Concettualmente legato a questo problema è il nostro dichiarato problema: se il barbaro non distingue il sacro dal profano, se egli manca propriamente delle categorie concettuali necessarie al fine di marcare una linea di separazione tra le due sfere, come possiamo noi accingerci allo scrivere una relazione sul ‘sacrum barbarico’, ovvero accingerci allo scrivere una relazione che già nel titolo o comunque negli intenti tradisce una contraddizione concettuale? La questione posta altrimenti suona così: esiste il sacro per il barbaro?

Tutti questi problemi sono avvicinabili a quelli che avrebbe dovuto porsi Roberto Calasso nello scrivere il suo ultimo libro ‘L’Ardore’. Anche lì noi leggiamo di una cultura, quella vedantica, che non distingue affatto il sacro dal profano; il sacro permea di sé tutta l’esistenza dell’individuo e della comunità in cui esso vive. Tuttavia il parallelo tra le due comunità, quella barbarica e quella vedica, non regge, seppur limitato alla sfera del sacrum. Vi sono certamente alcuni elementi simili, come ad esempio il ‘palo sacrificale’ presente nel paesaggio vedico, anche detto yūpa, da tradursi con ‘folgore’, avvicinabile al simulacro del dio Thor presente nelle assemblee del barbaro, simulacro di un dio emanante terrore e venerazione, sentimenti suscitati similmente anche dal palo dei vedici; ma ci sono anche moltissimi elementi che separano i due sacri (quello barbaro e quello vedico), ad esempio la premessa vedica dell’atto sacrificale, che consiste nel pensiero metafisico per cui ‘entrando nel rito si entra nella verità, uscendo dal rito si torna nella non-verità’[3], premessa affatto assente ed estranea al pensiero del barbaro.

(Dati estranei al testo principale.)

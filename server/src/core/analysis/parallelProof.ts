/**
 * Is a loop nest that runs on the host provably parallel if it were offloaded?
 *
 * The race analysis (`races.ts`) looks for dependences it can *show* in loops a directive
 * already runs in parallel, and stays silent when it cannot decide. A port needs the opposite
 * guarantee: a nest is called parallel only when every pair of references that could conflict
 * has been *disproved*. So the tests here are the same dependence tests (Wolfe, *High
 * Performance Compilers for Parallel Computing*, 1996, ch. 5; Allen & Kennedy, *Optimizing
 * Compilers for Modern Architectures*, 2001, ch. 3), applied the other way round:
 *
 *  - subscripts are tested dimension by dimension (a dependence needs every dimension equal,
 *    so one dimension without a solution disproves it; Allen & Kennedy §3.2, separable tests);
 *  - a dimension with the same coefficients in both references (uniform, the stencil case) is
 *    solved for the distance: a carried dependence needs a non-zero distance in the carrying
 *    loop that the trip count allows (strong SIV, Allen & Kennedy §3.3.2), and the inner loops
 *    can make up at most Σ|c|·(trip - 1) (Banerjee's bounds); with numbers, by an exact bounded
 *    search (`distances.ts`);
 *  - other dimensions are disproved by the GCD test or by Banerjee's bounds with numbers only;
 *  - a subscript that is not affine in the loop variables, or that uses a scalar the nest
 *    assigns, is irregular: an array written that way is never proven.
 *
 * Scalars written in the nest are classified: accumulated with + * max min only (reduction),
 * written before every read in an iteration (private), otherwise a value carried from one
 * iteration to the next (not parallel). Calls other than pure math, I/O and early exits make
 * the nest stay on the host. Nothing here reads syntax; it works on the program model.
 */
import * as S from '../symbolic';
import type { ArrayAccess, Declaration, LoopStmt, ProgramModel, Stmt, VExpr } from '../model/program';
import { accessesOfStatement, childStatements, pathTo, printValue, walkStatements } from '../model/values';
import { MATH_FLOPS, mathName } from '../cost/flops';
import { unclamp } from '../cost/clamps';
import { Scope } from '../cost/scope';
import { rangeWithin } from '../ranges';
import { callSiteBindings, procedureBindings } from './bindings';
import { feasible, provablyNonNegative } from './distances';
import type { LoopNest } from './nests';
import { accumulation, usage } from './privates';

export interface ParallelProof {
  /** True when no iteration of the root loop can touch what another iteration touches (except reductions and privates). */
  parallel: boolean;
  /** Perfectly nested, rectangular loops from the root that carry no dependence (0 when not parallel). */
  collapse: number;
  /** Scalars accumulated with one operator and read nowhere else in the nest. */
  reductions: { op: string; variable: string }[];
  /** Scalars declared outside the nest that every iteration writes before it reads them. */
  privates: string[];
  /**
   * Why the nest is not parallel (each a sentence fragment that names the line); for a parallel
   * nest, the assumptions the proof rests on and why the collapse stops where it does.
   */
  reasons: string[];
}

export interface ProveOptions {
  /** Size bindings of the nest's procedure; default: the file's and the procedure's constants. */
  bindings?: ReadonlyMap<string, S.Expr>;
}

/** Intrinsics and library functions that only compute a value from their arguments. */
const PURE = new Set([
  'abs', 'iabs', 'dabs', 'cabs', 'max', 'min', 'max0', 'min0', 'amax1', 'amin1', 'dmax1', 'dmin1', 'mod', 'modulo',
  'real', 'dble', 'float', 'int', 'nint', 'anint', 'aint', 'sign', 'dsign', 'merge', 'dsqrt', 'dexp', 'dlog', 'dsin', 'dcos',
  'ceiling', 'size', 'lbound', 'ubound', 'huge', 'tiny', 'epsilon', 'kind', 'cmplx', 'conjg', 'aimag', 'sqrt', 'exp', 'log',
  'fmin', 'fmax', 'fabs', 'labs', 'llabs', 'sizeof', 'isnan', 'isinf', 'isfinite', 'signbit',
]);
export const IO_CALL = /^(printf|fprintf|puts|fputs|putchar|fputc|fwrite|fread|scanf|fscanf|sscanf|sprintf|snprintf|perror|fflush|fopen|fclose|getchar|getc|fgets|malloc|calloc|realloc|free|exit|abort|_exit|rand|srand|system|time|clock|omp_get_thread_num|omp_get_wtime|mpi_\w+)$/i;
export const EARLY_EXIT = /^\s*(break|return|goto|go\s*to|exit|stop|error\s+stop|longjmp|throw)\b/i;
export const IO_STMT = /^\s*(write|print|read|open|close|inquire|rewind|backspace|flush|endfile|call\s+(exit|abort))\b/i;

export function isPureCall(name: string): boolean {
  const n = mathName(name);
  return n in MATH_FLOPS || PURE.has(n);
}

/**
 * The proof for one nest. `nest` is a `LoopNest` of `scanLoops` (`FileAnalysis.nests[k].nest`),
 * `model` the model it was found in (`FileAnalysis.model`).
 */
export function proveParallel(nest: LoopNest, model: ProgramModel, options: ProveOptions = {}): ParallelProof {
  return new Prover(nest, model, options.bindings ?? procedureBindings(model, nest.procedure, new Map(), callSiteBindings(model))).prove();
}

interface Dim {
  coeffs: Map<string, S.Expr>;
  rest: S.Expr;
}

interface Ref {
  access: ArrayAccess;
  /** Per-dimension affine forms; undefined when some subscript is irregular. */
  dims?: Dim[];
  /** Loops of the nest around the reference, outermost first. */
  loops: LoopStmt[];
  /** Read through a clamp (`u[min(i+1,n-1)]`): the neighbour was tested, not the edge element. */
  clamped: boolean;
}

const line = (s: { range: { start: { line: number } } }): number => s.range.start.line + 1;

Detto questo, procediamo senz’altro con l’analisi del nostro tema: il sacro nel barbaro. Nel rispondere alla domanda di cosa vogliamo intendere con questa formuletta riusciremo anche a far luce sulla domanda se esiste il sacro per il barbaro.

Karol Modzelewski nel suo lavoro L’Europa dei barbari (d’ora in poi nelle note e nel testo come KM) nota come ‘nel sistema concettuale dei barbari […] non si trovi la distinzione tra sacrum e profanum. La separazione tra ciò che è santo e ciò che è laico fece la sua comparsa – o piuttosto venne imposta – con l’arrivo del cristianesimo’[4].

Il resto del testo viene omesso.